■ WORK TO BE COMPLETED ■
Would you please copy the part of the material below that opens with the line containing "the row as a" and closes with the line containing "from simulator.inputs.sheets import"? Copy it exactly, and only it.
═════ DATA TO EXAMINE
"""Reading history files: office dialects found or set, and hostile or mistaken files refused.

Every refusal goes through the command line (``gonogo check``) and is one line naming the file,
the row as a spreadsheet counts it and the column where there is one, with what to do (the
project's own rule, STYLE.md section 4; common practice, no single source). Histories are
invented test data (``tests/conftest.py``).
"""

from __future__ import annotations

import os
import threading

import numpy as np
import pandas as pd
import pytest
from typer.testing import CliRunner

from simulator.inputs import sheets
from simulator.cli import app
from simulator.inputs.errors import InputError
from simulator.inputs.sheets import read_table

runner = CliRunner()


def check(history, scenario=None):
    args = ["check", str(history)] + (["--scenario", str(scenario)] if scenario is not None else [])
    return runner.invoke(app, args)


def refused(result, *fragments) -> str:
    """Exit 2 and one line holding every fragment, no traceback."""
    assert result.exit_code == 2, result.output
    assert isinstance(result.exception, SystemExit), result.exception
    message = result.stderr.strip()
    assert len(message.splitlines()) == 1, message
    assert "Traceback" not in result.output
    for fragment in fragments:
        assert fragment in message, f"{fragment!r} not in {message!r}"
    return message


# ------------------------------------------------------------------------------------------------
# dialects found and set


def test_found_and_explicit_dialects_read_the_same_cells(tmp_path, history_frame):
    # the reference is pandas' reader given the options explicitly
    path = tmp_path / "h.csv"
    history_frame.assign(note="grêle").to_csv(path, sep=";", decimal=",", index=False, encoding="cp1252")
    found = read_table(path)
    explicit = pd.read_csv(path, sep=";", decimal=",", encoding="cp1252")
    assert found.dialect.separator == ";" and found.dialect.decimal == "," and found.dialect.encoding == "cp1252"
    assert set(found.dialect.found) == {"encoding", "separator", "decimal"}
    np.testing.assert_array_equal(found.frame["probability"].astype(float), explicit["probability"])
    assert found.dialect.describe() == "CSV, semicolon-separated, decimal comma, encoding cp1252"
    assert (found.frame["note"] == "grêle").all()
    set_ = read_table(path, separator=";", decimal=",", encoding="cp1252")
    pd.testing.assert_frame_equal(found.frame, set_.frame)
    assert set_.dialect.found == ()


def test_utf16_unicode_text_export_is_read(tmp_path, history_frame):
    # office suites' "Unicode text": UTF-16 with a byte-order mark, tab-separated
    path = tmp_path / "h.txt"
    history_frame.to_csv(path, sep="\t", index=False, encoding="utf-16")
    assert check(path).exit_code == 0


def test_outcomes_written_with_decimals_read_as_yes_and_no(tmp_path, history_frame):
    path = tmp_path / "h.csv"
    history_frame.assign(outcome=history_frame["outcome"].map({1: "1.00", 0: "0.00"})).to_csv(path, index=False)
    result = check(path)
    assert result.exit_code == 0, result.output
    rate = history_frame["outcome"].mean()
    assert f"{rate:.3f}" in result.stdout


def test_explicit_date_format_with_offsets_reads_local_dates(tmp_path, write_scenario, history_frame):
    local = pd.to_datetime(history_frame["date"]) + pd.Timedelta(minutes=30)
    stamps = local.dt.tz_localize("Europe/Berlin", nonexistent="shift_forward", ambiguous=False)
    frame = history_frame.assign(date=stamps.dt.strftime("%d.%m.%Y %H:%M %z"))
    frame.to_csv(tmp_path / "history.csv", index=False)
    scenario = write_scenario(history={"date_format": "%d.%m.%Y %H:%M %z"})
    result = check(tmp_path / "history.csv", scenario)
    assert result.exit_code == 0, result.output
    assert "2020-01-01 to 2022-12-31" in result.stdout


# ------------------------------------------------------------------------------------------------
# mistaken files


def test_one_probability_slip_gets_no_advice_about_percentages(tmp_path, history_frame):
    path = tmp_path / "h.csv"
    history_frame.astype(str).assign(probability=lambda f: f["probability"].where(f.index != 5, "1.5")).to_csv(
        path, index=False)
    message = refused(check(path), 'row 7, column "probability": 1.5 is outside [0, 1]',
                      "probabilities run from 0 to 1")
    assert "0.015" not in message


def test_column_of_percentages_gets_advice_to_divide_by_100(tmp_path, history_frame):
    path = tmp_path / "h.csv"
    history_frame.assign(probability=np.round(history_frame["probability"] * 100)).to_csv(path, index=False)
    refused(check(path), 'column "probability"', "looks like percentages", "divide them by 100")


def test_semicolon_file_read_with_a_comma_set_names_the_separator(tmp_path, write_scenario, history_frame):
    history_frame.to_csv(tmp_path / "history.csv", sep=";", index=False)
    scenario = write_scenario(history={"separator": ","})
    refused(check(tmp_path / "history.csv", scenario), "seems to use semicolons", 'separator = ";"')


def test_latin1_file_read_as_utf8_names_row_column_and_the_fix(tmp_path, write_scenario, history_frame):
    frame = history_frame.assign(note="ok")
    frame.loc[6, "note"] = "Grêle"
    frame.to_csv(tmp_path / "history.csv", index=False, encoding="latin-1")
    scenario = write_scenario(history={"encoding": "utf-8"})
    refused(check(tmp_path / "history.csv", scenario), 'history.csv row 8, column "note"',
            "cannot be read as utf-8", "save the file as UTF-8", "[history] encoding")


def test_bytes_that_no_western_encoding_reads_are_refused_with_the_row(tmp_path, history_frame):
    path = tmp_path / "h.csv"
    text = history_frame.to_csv(index=False).encode()
    lines = text.split(b"\n")
    lines[3] = lines[3] + b"\xc3\x81\x81"  # not UTF-8, and 0x81 is undefined in cp1252
    path.write_bytes(b"\n".join(lines))
    refused(check(path), "h.csv row 4", "nor as cp1252", "save the file as UTF-8")


def test_numbers_with_both_decimal_marks_ask_which(tmp_path, history_frame):
    path = tmp_path / "h.csv"
    frame = history_frame.astype(str)
    frame["probability"] = frame["probability"].str.replace(".", ",", regex=False)
    frame.loc[10, "probability"] = "0.5"
    frame.to_csv(path, sep=";", index=False)
    refused(check(path), "decimal comma", "decimal point", "(row 12", 'set [history] decimal')


def test_date_centuries_after_the_rest_is_refused(tmp_path, history_frame):
    path = tmp_path / "h.csv"
    frame = history_frame.copy()
    frame.loc[len(frame) - 1, "date"] = "2301-01-01"
    frame.to_csv(path, index=False)
    refused(check(path), f'row {len(frame) + 1}, column "date": 2301-01-01 is 280 years from', "check the year")


@pytest.mark.parametrize("history, extra", [
    ({"probability_column": "probability", "outcome_column": "probability"}, "outcome_column"),
    ({"value_column": "probability", "threshold": 0.5, "side": "above"}, "value_column"),
])
def test_forecast_judged_against_itself_is_refused(tmp_path, write_scenario, history_frame, history, extra):
    history_frame.to_csv(tmp_path / "history.csv", index=False)
    scenario = write_scenario(history=history)
    refused(check(tmp_path / "history.csv", scenario), "[history]", f'probability_column and {extra} both name '
            'column "probability"')


def test_unknown_sheet_lists_the_sheets(tmp_path, write_scenario, history_frame):
    with pd.ExcelWriter(tmp_path / "book.xlsx", engine="openpyxl") as book:
        history_frame.to_excel(book, sheet_name="2020-2022", index=False)
    scenario = write_scenario(history={"path": "book.xlsx", "sheet": "Sheet1"})
    refused(check(tmp_path / "book.xlsx", scenario), 'no sheet "Sheet1"', '"2020-2022"')


def test_old_workbook_formats_are_refused_with_what_to_save(tmp_path):
    (tmp_path / "h.xls").write_bytes(b"\xd0\xcf\x11\xe0" + bytes(100))
    refused(check(tmp_path / "h.xls"), "save it as .xlsx")


# ------------------------------------------------------------------------------------------------
# files that are not files


def test_named_pipe_is_refused_without_waiting(tmp_path):
    fifo = tmp_path / "h.csv"
    os.mkfifo(fifo)
    results = []
    worker = threading.Thread(target=lambda: results.append(check(fifo)), daemon=True)
    worker.start()
    worker.join(timeout=20)
    if worker.is_alive():  # unblock the reader before failing
        with open(fifo, "wb"):
            pass
        pytest.fail("reading a named pipe blocked")
    refused(results[0], "is a named pipe, not a file")


def test_device_is_refused():
    refused(check("/dev/zero"), "/dev/zero: is a device, not a file")


@pytest.mark.skipif(hasattr(os, "geteuid") and os.geteuid() == 0,
                    reason="root reads any file, so a file it may not read cannot be made")
def test_file_the_user_may_not_read_is_refused(tmp_path, history_frame):
    path = tmp_path / "h.csv"
    history_frame.to_csv(path, index=False)
    path.chmod(0)
    refused(check(path), "you may not read this history file")


def test_permission_refusal_reads_as_one_line(tmp_path, history_frame, monkeypatch):
    # the same refusal where the test runs as root: the open call fails as it would for a user
    path = tmp_path / "h.csv"
    history_frame.to_csv(path, index=False)
    real_open = type(path).open

    def denied(self, *args, **kwargs):
        if self == path:
            raise PermissionError(13, "Permission denied")
        return real_open(self, *args, **kwargs)

    monkeypatch.setattr(type(path), "open", denied)
    refused(check(path), "you may not read this history file", "ask its owner")


def test_file_over_the_size_limit_is_refused_naming_the_limit(tmp_path, history_frame, monkeypatch):
    path = tmp_path / "h.csv"
    history_frame.to_csv(path, index=False)
    monkeypatch.setattr(sheets, "MAX_BYTES", 2**20 // 64)  # the file is about 20 KiB
    with pytest.raises(InputError, match="larger than the 16 KiB that gonogo reads from a history file"):
        read_table(path)
    monkeypatch.setattr(sheets, "MAX_BYTES", 2**20 + 1)
    assert read_table(path).frame.shape == (1096, 3)


def test_rows_over_the_limit_are_refused_naming_the_limit(tmp_path, history_frame, monkeypatch):
    path = tmp_path / "h.csv"
    history_frame.to_csv(path, index=False)
    monkeypatch.setattr(sheets, "MAX_ROWS", 1000)
    refused(check(path), "more than 1,000 rows", "the most gonogo reads")


def test_cells_formatted_as_percentages_read_as_the_numbers_they_stand_for(tmp_path, history_frame):
    # a spreadsheet shows 0.35 formatted as a percentage as "35%" and exports that text
    path = tmp_path / "h.csv"
    shown = [f"{round(p * 100, 1):g}%" for p in history_frame["probability"]]
    history_frame.assign(probability=shown).to_csv(path, sep=";", index=False)
    table = read_table(path)
    np.testing.assert_allclose(table.frame["probability"].astype(float), history_frame["probability"], atol=1e-12)
    assert check(path).exit_code == 0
══════════
■ YOUR RESPONSE ■
the row as a spreadsheet counts it and the column where there is one, with what to do (the
project's own rule, STYLE.md section 4; common practice, no single source). Histories are
invented test data (``tests/conftest.py``).
"""

from __future__ import annotations

import os
import threading

import numpy as np
import pandas as pd
import pytest
from typer.testing import CliRunner

from simulator.inputs import sheets
from simulator.cli import app
from simulator.inputs.errors import InputError
from simulator.inputs.sheets import read_table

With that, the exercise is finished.